WORK REQUIRED: Repeat back the listing below, word for word and in full.
══ MATERIAL PROVIDED ══
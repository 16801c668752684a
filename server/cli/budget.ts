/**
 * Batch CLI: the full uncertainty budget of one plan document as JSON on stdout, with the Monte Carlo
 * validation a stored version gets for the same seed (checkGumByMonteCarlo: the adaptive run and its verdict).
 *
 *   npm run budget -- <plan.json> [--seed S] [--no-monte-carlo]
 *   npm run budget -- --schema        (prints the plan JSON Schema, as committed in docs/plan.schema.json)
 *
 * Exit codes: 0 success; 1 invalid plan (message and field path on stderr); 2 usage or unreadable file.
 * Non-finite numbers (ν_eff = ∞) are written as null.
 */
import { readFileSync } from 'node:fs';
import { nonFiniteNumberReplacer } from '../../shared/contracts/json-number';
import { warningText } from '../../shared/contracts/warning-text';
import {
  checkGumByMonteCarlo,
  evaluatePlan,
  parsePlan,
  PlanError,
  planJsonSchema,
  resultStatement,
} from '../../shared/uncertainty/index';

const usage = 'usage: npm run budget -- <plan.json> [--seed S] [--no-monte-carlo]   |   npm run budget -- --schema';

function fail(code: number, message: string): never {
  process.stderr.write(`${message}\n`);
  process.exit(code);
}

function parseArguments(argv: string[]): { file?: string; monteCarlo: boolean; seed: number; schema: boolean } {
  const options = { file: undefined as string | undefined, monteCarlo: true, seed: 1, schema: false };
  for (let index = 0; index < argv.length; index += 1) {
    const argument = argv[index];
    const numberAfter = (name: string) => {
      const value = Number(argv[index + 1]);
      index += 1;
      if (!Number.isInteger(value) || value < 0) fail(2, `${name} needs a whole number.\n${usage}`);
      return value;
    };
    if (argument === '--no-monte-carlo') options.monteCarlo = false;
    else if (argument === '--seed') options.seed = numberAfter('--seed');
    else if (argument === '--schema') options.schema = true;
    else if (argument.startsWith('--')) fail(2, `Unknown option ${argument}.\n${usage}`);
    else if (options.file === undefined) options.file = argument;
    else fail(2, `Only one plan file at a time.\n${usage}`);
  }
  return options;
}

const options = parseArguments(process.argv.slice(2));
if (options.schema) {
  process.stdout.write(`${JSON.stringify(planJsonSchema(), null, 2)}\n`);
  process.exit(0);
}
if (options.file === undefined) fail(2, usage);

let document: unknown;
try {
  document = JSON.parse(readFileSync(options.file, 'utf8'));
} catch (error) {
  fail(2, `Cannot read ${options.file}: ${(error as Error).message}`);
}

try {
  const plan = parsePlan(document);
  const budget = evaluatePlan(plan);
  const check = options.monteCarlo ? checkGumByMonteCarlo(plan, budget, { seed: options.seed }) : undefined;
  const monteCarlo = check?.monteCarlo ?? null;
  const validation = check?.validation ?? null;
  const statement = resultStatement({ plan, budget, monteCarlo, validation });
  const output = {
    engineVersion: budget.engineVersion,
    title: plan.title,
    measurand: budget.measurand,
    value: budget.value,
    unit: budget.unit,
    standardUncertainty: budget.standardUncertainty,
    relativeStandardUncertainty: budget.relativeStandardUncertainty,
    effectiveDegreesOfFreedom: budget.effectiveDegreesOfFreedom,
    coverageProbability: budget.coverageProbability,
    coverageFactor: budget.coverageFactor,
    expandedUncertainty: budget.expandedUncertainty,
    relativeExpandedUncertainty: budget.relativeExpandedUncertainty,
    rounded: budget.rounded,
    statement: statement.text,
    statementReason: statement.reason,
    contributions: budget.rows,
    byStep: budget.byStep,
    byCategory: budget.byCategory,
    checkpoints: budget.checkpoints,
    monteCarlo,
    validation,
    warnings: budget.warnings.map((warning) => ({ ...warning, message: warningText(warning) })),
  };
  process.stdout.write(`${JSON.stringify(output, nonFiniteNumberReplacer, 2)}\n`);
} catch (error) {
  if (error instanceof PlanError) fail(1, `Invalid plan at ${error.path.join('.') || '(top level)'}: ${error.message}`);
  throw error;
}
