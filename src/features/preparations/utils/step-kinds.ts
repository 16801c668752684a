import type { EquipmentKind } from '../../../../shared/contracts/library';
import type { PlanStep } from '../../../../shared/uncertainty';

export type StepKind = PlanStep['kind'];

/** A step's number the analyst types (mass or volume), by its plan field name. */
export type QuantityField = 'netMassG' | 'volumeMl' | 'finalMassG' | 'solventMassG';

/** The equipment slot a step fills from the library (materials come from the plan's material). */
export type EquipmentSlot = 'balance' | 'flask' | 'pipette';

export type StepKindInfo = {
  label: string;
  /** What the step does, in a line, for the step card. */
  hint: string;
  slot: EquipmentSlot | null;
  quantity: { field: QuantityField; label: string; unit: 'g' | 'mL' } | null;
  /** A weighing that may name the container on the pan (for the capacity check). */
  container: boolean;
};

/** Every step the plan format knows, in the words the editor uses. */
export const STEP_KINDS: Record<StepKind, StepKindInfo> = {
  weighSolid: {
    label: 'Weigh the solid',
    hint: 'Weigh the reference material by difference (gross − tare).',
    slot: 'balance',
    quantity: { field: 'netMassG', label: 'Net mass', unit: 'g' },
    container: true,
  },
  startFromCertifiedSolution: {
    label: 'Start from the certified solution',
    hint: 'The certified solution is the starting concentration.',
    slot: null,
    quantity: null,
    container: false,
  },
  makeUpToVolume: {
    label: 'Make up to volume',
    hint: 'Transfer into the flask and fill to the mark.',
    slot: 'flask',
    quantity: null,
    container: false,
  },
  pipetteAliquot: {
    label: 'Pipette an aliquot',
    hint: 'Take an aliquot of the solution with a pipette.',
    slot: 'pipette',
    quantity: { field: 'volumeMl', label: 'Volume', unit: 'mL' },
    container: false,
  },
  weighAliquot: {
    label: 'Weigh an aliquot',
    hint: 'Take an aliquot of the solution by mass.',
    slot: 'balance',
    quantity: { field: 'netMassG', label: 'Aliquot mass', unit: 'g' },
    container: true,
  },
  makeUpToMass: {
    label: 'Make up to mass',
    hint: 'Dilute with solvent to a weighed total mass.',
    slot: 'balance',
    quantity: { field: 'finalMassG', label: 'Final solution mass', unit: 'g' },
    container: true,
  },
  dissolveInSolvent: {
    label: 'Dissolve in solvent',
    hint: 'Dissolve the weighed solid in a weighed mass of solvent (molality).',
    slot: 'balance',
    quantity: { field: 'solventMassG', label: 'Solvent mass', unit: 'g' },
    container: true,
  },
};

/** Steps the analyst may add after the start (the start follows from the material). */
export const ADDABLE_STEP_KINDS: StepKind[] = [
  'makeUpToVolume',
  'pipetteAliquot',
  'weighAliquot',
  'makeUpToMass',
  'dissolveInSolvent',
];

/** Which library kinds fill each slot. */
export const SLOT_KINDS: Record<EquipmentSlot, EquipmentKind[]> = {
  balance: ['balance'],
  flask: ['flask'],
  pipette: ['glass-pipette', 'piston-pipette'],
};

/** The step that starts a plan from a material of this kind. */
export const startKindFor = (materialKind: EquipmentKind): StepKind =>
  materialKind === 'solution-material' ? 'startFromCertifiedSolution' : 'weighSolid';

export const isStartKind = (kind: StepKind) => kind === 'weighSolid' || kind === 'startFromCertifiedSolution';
═══
WRITTEN SOLUTION:
repository 16801c668752684a
filename server/cli/budget.ts
/**
 * Batch CLI: the full uncertainty budget of one plan document as JSON on stdout, with the Monte Carlo
 * validation a stored version gets for the same seed (checkGumByMonteCarlo: the adaptive run and its verdict).
 *
 *   npm run budget -- <plan.json> [--seed S] [--no-monte-carlo]
 *   npm run budget -- --schema        (prints the plan JSON Schema, as committed in docs/plan.schema.json)
 *
 * Exit codes: 0 success; 1 invalid plan (message and field path on stderr); 2 usage or unreadable file.
 * Non-finite numbers (ν_eff = ∞) are written as null.
 */
import { readFileSync } from 'node:fs';
import { nonFiniteNumberReplacer } from '../../shared/contracts/json-number';
import { warningText } from '../../shared/contracts/warning-text';
import {
  checkGumByMonteCarlo,
  evaluatePlan,
  parsePlan,
  PlanError,
  planJsonSchema,
  resultStatement,
} from '../../shared/uncertainty/index';

const usage = 'usage: npm run budget -- <plan.json> [--seed S] [--no-monte-carlo]   |   npm run budget -- --schema';

function fail(code: number, message: string): never {
  process.stderr.write(`${message}\n`);
  process.exit(code);
}

function parseArguments(argv: string[]): { file?: string; monteCarlo: boolean; seed: number; schema: boolean } {
  const options = { file: undefined as string | undefined, monteCarlo: true, seed: 1, schema: false };
  for (let index = 0; index < argv.length; index += 1) {
    const argument = argv[index];
    const numberAfter = (name: string) => {
      const value = Number(argv[index + 1]);
      index += 1;
      if (!Number.isInteger(value) || value < 0) fail(2, `${name} needs a whole number.\n${usage}`);
      return value;
    };
    if (argument === '--no-monte-carlo') options.monteCarlo = false;
    else if (argument === '--seed') options.seed = numberAfter('--seed');
    else if (argument === '--schema') options.schema = true;
    else if (argument.startsWith('--')) fail(2, `Unknown option ${argument}.\n${usage}`);
    else if (options.file === undefined) options.file = argument;
    else fail(2, `Only one plan file at a time.\n${usage}`);
  }
  return options;
}

const options = parseArguments(process.argv.slice(2));
if (options.schema) {
  process.stdout.write(`${JSON.stringify(planJsonSchema(), null, 2)}\n`);
  process.exit(0);
}
if (options.file === undefined) fail(2, usage);

let document: unknown;
try {
  document = JSON.parse(readFileSync(options.file, 'utf8'));
} catch (error) {
  fail(2, `Cannot read ${options.file}: ${(error as Error).message}`);
}

try {
  const plan = parsePlan(document);
  const budget = evaluatePlan(plan);
  const check = options.monteCarlo ? checkGumByMonteCarlo(plan, budget, { seed: options.seed }) : undefined;
  const monteCarlo = check?.monteCarlo ?? null;
  const validation = check?.validation ?? null;
  const statement = resultStatement({ plan, budget, monteCarlo, validation });
  const output = {
    engineVersion: budget.engineVersion,
    title: plan.title,
    measurand: budget.measurand,
    value: budget.value,
    unit: budget.unit,
    standardUncertainty: budget.standardUncertainty,
    relativeStandardUncertainty: budget.relativeStandardUncertainty,
    effectiveDegreesOfFreedom: budget.effectiveDegreesOfFreedom,
    coverageProbability: budget.coverageProbability,
    coverageFactor: budget.coverageFactor,
    expandedUncertainty: budget.expandedUncertainty,
    relativeExpandedUncertainty: budget.relativeExpandedUncertainty,
    rounded: budget.rounded,
    statement: statement.text,
    statementReason: statement.reason,
    contributions: budget.rows,
    byStep: budget.byStep,
    byCategory: budget.byCategory,
    checkpoints: budget.checkpoints,
    monteCarlo,
    validation,
    warnings: budget.warnings.map((warning) => ({ ...warning, message: warningText(warning) })),
  };
  process.stdout.write(`${JSON.stringify(output, nonFiniteNumberReplacer, 2)}\n`);
} catch (error) {
  if (error instanceof PlanError) fail(1, `Invalid plan at ${error.path.join('.') || '(top level)'}: ${error.message}`);
  throw error;
}
filename src/features/preparations/utils/step-kinds.ts
repository 16801c668752684a
import type { EquipmentKind } from '../../../../shared/contracts/library';
import type { PlanStep } from '../../../../shared/uncertainty';

export type StepKind = PlanStep['kind'];

/** A step's number the analyst types (mass or volume), by its plan field name. */
export type QuantityField = 'netMassG' | 'volumeMl' | 'finalMassG' | 'solventMassG';

/** The equipment slot a step fills from the library (materials come from the plan's material). */
export type EquipmentSlot = 'balance' | 'flask' | 'pipette';

export type StepKindInfo = {
  label: string;
  /** What the step does, in a line, for the step card. */
  hint: string;
  slot: EquipmentSlot | null;
  quantity: { field: QuantityField; label: string; unit: 'g' | 'mL' } | null;
  /** A weighing that may name the container on the pan (for the capacity check). */
  container: boolean;
};

/** Every step the plan format knows, in the words the editor uses. */
export const STEP_KINDS: Record<StepKind, StepKindInfo> = {
  weighSolid: {
    label: 'Weigh the solid',
    hint: 'Weigh the reference material by difference (gross − tare).',
    slot: 'balance',
    quantity: { field: 'netMassG', label: 'Net mass', unit: 'g' },
    container: true,
  },
  startFromCertifiedSolution: {
    label: 'Start from the certified solution',
    hint: 'The certified solution is the starting concentration.',
    slot: null,
    quantity: null,
    container: false,
  },
  makeUpToVolume: {
    label: 'Make up to volume',
    hint: 'Transfer into the flask and fill to the mark.',
    slot: 'flask',
    quantity: null,
    container: false,
  },
  pipetteAliquot: {
    label: 'Pipette an aliquot',
    hint: 'Take an aliquot of the solution with a pipette.',
    slot: 'pipette',
    quantity: { field: 'volumeMl', label: 'Volume', unit: 'mL' },
    container: false,
  },
  weighAliquot: {
    label: 'Weigh an aliquot',
    hint: 'Take an aliquot of the solution by mass.',
    slot: 'balance',
    quantity: { field: 'netMassG', label: 'Aliquot mass', unit: 'g' },
    container: true,
  },
  makeUpToMass: {
    label: 'Make up to mass',
    hint: 'Dilute with solvent to a weighed total mass.',
    slot: 'balance',
    quantity: { field: 'finalMassG', label: 'Final solution mass', unit: 'g' },
    container: true,
  },
  dissolveInSolvent: {
    label: 'Dissolve in solvent',
    hint: 'Dissolve the weighed solid in a weighed mass of solvent (molality).',
    slot: 'balance',
    quantity: { field: 'solventMassG', label: 'Solvent mass', unit: 'g' },
    container: true,
  },
};

/** Steps the analyst may add after the start (the start follows from the material). */
export const ADDABLE_STEP_KINDS: StepKind[] = [
  'makeUpToVolume',
  'pipetteAliquot',
  'weighAliquot',
  'makeUpToMass',
  'dissolveInSolvent',
];

/** Which library kinds fill each slot. */
export const SLOT_KINDS: Record<EquipmentSlot, EquipmentKind[]> = {
  balance: ['balance'],
  flask: ['flask'],
  pipette: ['glass-pipette', 'piston-pipette'],
};

/** The step that starts a plan from a material of this kind. */
export const startKindFor = (materialKind: EquipmentKind): StepKind =>
  materialKind === 'solution-material' ? 'startFromCertifiedSolution' : 'weighSolid';

export const isStartKind = (kind: StepKind) => kind === 'weighSolid' || kind === 'startFromCertifiedSolution';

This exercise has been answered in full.